Grundsätzlich handelt es sich dabei um eine relativ übliche Struktur:

  • Die Behörde muss den Einzelfall prüfen, also bei jeder betroffenen Person die Zuverlässigkeit individuell feststellen.
  • In bestimmten Fällen wird vermutet, dass keine Zuverlässigkeit gegeben ist, dies kann aber widerlegt werden, sodass die Zuverlässigkeit doch besteht.

Bemerkenswert ist aber die Grenze für die Vermutung der Unzuverlässigkeit, nämlich bereits eine Verurteilung zu einer Geldstrafe von 60 Tagessätzen. Das ist deutlich unter der Grenze für eine Vorstrafe im Führungszeugnis.

Außerdem können auch eingestellte Ermittlungsverfahren für die Bewertung herangezogen werden. In eingestelltes Ermittlungsverfahren hat grundsätzlich kein Ergebnis. Die Einstellungsentscheidung ist zwar kein Freispruch, aber definitiv auch kein Schuldspruch. Nun können sich freilich auch jenseits der Feststellung von Schuld und Unschuld Erkenntnisse über den Beschuldigten ergeben. Dass man aber aus einem Verfahren, das nicht zwingend zu Ende ermittelt wurde, überhaupt etwas ableiten will, ist nicht ungefährlich.

Wird eine solche „Unzuverlässigkeit“ festgestellt, ist die Folge, dass man in einem luftverkehrsnahen Bereich nicht mehr arbeiten darf. Dies bedeutet also ein faktisches Berufsverbot und damit einen Eingriff in die Berufsfreiheit aus Art. 12 GG.

Bisher gibt es relativ wenige höchstgerichtliche Urteile zu § 7 Abs. 1a LuftSiG.
Bisher gibt es relativ wenige höchstgerichtliche Urteile zu § 7 Abs. 1a LuftSiG.
Für eine verfassungskonforme Auslegung des Luftsicherheitsgesetzes dürfte es jedenfalls notwendig sein, diese Erkenntnisse nur als Anhaltspunkt für weitere, vollständige Ermittlungen zu nehmen und dem Betroffenen umfassend rechtliches Gehör zu gewähren. Im Bereich mittlerer Geldstrafen wegen Straftaten ohne jeden Bezug zur Luftfahrt oder zur öffentlichen Sicherheit wird man regelmäßig zu einer geringen Vermutungswirkung kommen und die Widerlegung leichter zulassen müssen.

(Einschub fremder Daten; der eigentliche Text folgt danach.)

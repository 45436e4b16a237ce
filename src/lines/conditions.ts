/**
 * data/lines/conditions.tsv → line strengths per condition, joined onto the catalog's rows.
 *
 * The lab intensities of the line files are discharge-lamp strengths; a flame, a nebula or a
 * star's absorption shows other lines strongest. This file gives, for lines the catalog holds,
 * their strength under one of those conditions (columns: species, vacuum_nm, condition,
 * strength, source, origin). A row belongs to the catalog row of the same species whose vacuum
 * wavelength is nearest, within CONDITION_MATCH_NM; a row that finds none is an error, not a
 * silent drop. Pure: text in, problems out at file:line:col.
 */

import { eachTsvRow, type TsvProblem } from './tsv.js';
import {
  type CatalogFile,
  LINE_CONDITIONS,
  LINE_ORIGINS,
  type LineCondition,
  type LineOrigin,
  type SourceCitation,
} from './types.js';

export const CONDITION_COLUMNS = ['species', 'vacuum_nm', 'condition', 'strength', 'source', 'origin'];

/**
 * How far a condition row's wavelength may sit from its catalog row. The file copies the
 * catalog's vacuum wavelengths, so this only absorbs rounding; it is far below the closest
 * pairs of distinct lines of one species the tables use (He I 587.725/587.760 nm, 0.035 nm).
 */
export const CONDITION_MATCH_NM = 0.01;

export interface ConditionRow {
  species: string;
  vacuum_nm: number;
  condition: LineCondition;
  strength: number;
  source: string;
  origin: LineOrigin;
  file: string;
  line: number;
}

type Problem = TsvProblem;

export function parseConditionFile(
  file: CatalogFile,
  sources: ReadonlyMap<string, SourceCitation>,
  problem: Problem,
): ConditionRow[] {
  const rows: ConditionRow[] = [];
  eachTsvRow(file, CONDITION_COLUMNS, problem, ({ cells, line: lineNo, col }) => {
    const [species, vac, condition, strength, source, origin] = cells as [
      string,
      string,
      string,
      string,
      string,
      string,
    ];
    let ok = true;
    const bad = (k: number, field: string, message: string) => {
      problem(file.name, lineNo, col(k), field, message);
      ok = false;
    };
    const positive = (s: string, k: number, field: string): number => {
      const v = Number(s);
      if (!/^\d+(\.\d+)?$/.test(s) || !(v > 0)) bad(k, field, `"${s}" is not a positive decimal number`);
      return v;
    };
    if (!/^\S.*\S$|^\S$/.test(species)) bad(0, 'species', 'species is empty or padded');
    const vacuum_nm = positive(vac, 1, 'vacuum_nm');
    if (!(LINE_CONDITIONS as readonly string[]).includes(condition))
      bad(
        2,
        'condition',
        condition === 'lab'
          ? "lab strengths are the line files' intensity column, not rows of this file"
          : `condition must be ${LINE_CONDITIONS.join(', ')}`,
      );
    const value = positive(strength, 3, 'strength');
    if (!sources.has(source)) bad(4, 'source', `source key "${source}" is not in sources.yaml`);
    if (!(LINE_ORIGINS as readonly string[]).includes(origin))
      bad(5, 'origin', `origin must be ${LINE_ORIGINS.join(', ')}`);
    if (!ok) return;
    rows.push({
      species,
      vacuum_nm,
      condition: condition as LineCondition,
      strength: value,
      source,
      origin: origin as LineOrigin,
      file: file.name,
      line: lineNo,
    });
  });
  return rows;
}

/**
 * Join condition rows onto each species' sorted wavelengths: per species and condition, an
 * array aligned with its rows (NaN where the table is silent).
 */
export function joinConditions(
  rows: readonly ConditionRow[],
  wavelengthsOf: (species: string) => Float64Array | undefined,
  problem: Problem,
): Map<string, Map<LineCondition, Float64Array>> {
  const out = new Map<string, Map<LineCondition, Float64Array>>();
  const taken = new Map<string, ConditionRow>();
  for (const row of rows) {
    const col = 1 + row.species.length + 1;
    const vac = wavelengthsOf(row.species);
    if (!vac) {
      problem(row.file, row.line, 1, 'species', `no line list holds species "${row.species}"`);
      continue;
    }
    let best = -1;
    let bestDist = Number.POSITIVE_INFINITY;
    for (let k = 0; k < vac.length; k++) {
      const d = Math.abs((vac[k] as number) - row.vacuum_nm);
      if (d < bestDist) {
        bestDist = d;
        best = k;
      }
    }
    if (best < 0 || bestDist > CONDITION_MATCH_NM) {
      problem(
        row.file,
        row.line,
        col,
        'vacuum_nm',
        `no ${row.species} line of the catalog lies within ${CONDITION_MATCH_NM} nm of ${row.vacuum_nm} nm`,
      );
      continue;
    }
    const key = `${row.species}\t${best}\t${row.condition}`;
    const earlier = taken.get(key);
    if (earlier) {
      problem(
        row.file,
        row.line,
        col,
        'vacuum_nm',
        `the same ${row.species} line already has a ${row.condition} strength (${earlier.file}:${earlier.line})`,
      );
      continue;
    }
    taken.set(key, row);
    const bySpecies = out.get(row.species) ?? new Map<LineCondition, Float64Array>();
    const values = bySpecies.get(row.condition) ?? new Float64Array(vac.length).fill(Number.NaN);
    values[best] = row.strength;
    bySpecies.set(row.condition, values);
    out.set(row.species, bySpecies);
  }
  return out;
}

Bis zum Bundesverfassungsgericht sind die Vorschriften bisher kaum gelangt, insbesondere nicht im geschilderten Grenzbereich. Dies spricht dafür, dass die Behörden hier möglicherweise relativ nachsichtig sind und tatsächlich die Berufsfreiheit achten.

Das Bundesverfassungsgericht hingegen hat in den zwei relevantesten Entscheidungen jedenfalls betont, dass der Gesetzgeber grundsätzlich einen weiten Spielraum dabei hat, möglichen Gefährdungen der öffentlichen Sicherheit zu begegnen. Angesichts der großen Gefährlichkeit von Anschlägen mit Flugzeugen seien auch sehr entfernte Indizien für Unzuverlässigkeit nicht zu beanstanden:

Von einer verfassungskonformen Auslegung im Einzelfall entbindet dies die Behörden und Gerichte freilich nicht.